From the first line of the data through the line containing "onSelect: () => void;", return each line exactly.
[The data]
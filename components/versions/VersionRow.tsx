import type { ReactNode } from 'react';
import { Pressable, StyleSheet, View } from 'react-native';
import { Checkbox, Text, colors, radius, space } from '@/components/ui';
import { StatusBadge } from '@/components/designs/StatusBadge';
import { SummaryLine } from '@/components/designs/SummaryLine';
import { formatDateTime } from '@/lib/format';
import type { VersionSummary } from '@/shared/api/designs';

type VersionRowProps = {
  version: VersionSummary;
  selected: boolean;
  onSelect: () => void;
  comparing: boolean;
  /** Absent when there is nothing to compare with (a single version). */
  onCompare?: (on: boolean) => void;
  /** On a phone the selected version's details open right under its row. */
  children?: ReactNode;
};

/** One version in the list: number, message, author, time, summary and review state. */
export function VersionRow({ version, selected, onSelect, comparing, onCompare, children }: VersionRowProps) {
  const tid = `version-${version.number}`;
  return (
    <View role="listitem" style={[styles.row, selected && styles.selected]} testID={tid}>
      <Pressable
        role="button"
        {...currentMark(selected)}
        onPress={onSelect}
        style={({ pressed }) => [styles.press, pressed && styles.pressed]}
        testID={`${tid}-open`}
      >
        <View style={styles.head}>
          <Text variant="bodyStrong">{`Version ${version.number}`}</Text>
          <StatusBadge status={version.review.state} testID={`${tid}-state`} />
          {selected ? (
            <Text variant="caption" color="primary">
              Shown
            </Text>
          ) : null}
        </View>
        <Text variant="small">{version.message}</Text>
        <Text variant="caption" color="inkMuted">
          {`${version.author.name} · ${formatDateTime(version.createdAt)}`}
        </Text>
        <SummaryLine summary={version.summary} testID={`${tid}-summary`} />
      </Pressable>
      {onCompare ? <Checkbox label={`Compare version ${version.number}`} checked={comparing} onChange={onCompare} testID={`${tid}-compare`} /> : null}
      {children}
    </View>
  );
}

/** The shown version is the current one of the list (aria-current on the web; React Native's types lack it). */
function currentMark(selected: boolean): object {
  return { 'aria-current': selected ? 'true' : undefined };
}

const styles = StyleSheet.create({
  row: { borderRadius: radius.md, borderWidth: 1, borderColor: colors.line, backgroundColor: colors.surface, padding: space.sm, gap: space.xs },
  selected: { borderColor: colors.primary, borderWidth: 2, padding: space.sm - 1 },
  press: { gap: 2, padding: space.xs, borderRadius: radius.sm },
  pressed: { backgroundColor: colors.surfaceSunken },
  head: { flexDirection: 'row', alignItems: 'center', gap: space.sm, flexWrap: 'wrap' },
});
[/The data]
### Answer to the exercise
filename components/versions/VersionRow.tsx
import type { ReactNode } from 'react';
import { Pressable, StyleSheet, View } from 'react-native';
import { Checkbox, Text, colors, radius, space } from '@/components/ui';
import { StatusBadge } from '@/components/designs/StatusBadge';
import { SummaryLine } from '@/components/designs/SummaryLine';
import { formatDateTime } from '@/lib/format';
import type { VersionSummary } from '@/shared/api/designs';

type VersionRowProps = {
  version: VersionSummary;
  selected: boolean;
  onSelect: () => void;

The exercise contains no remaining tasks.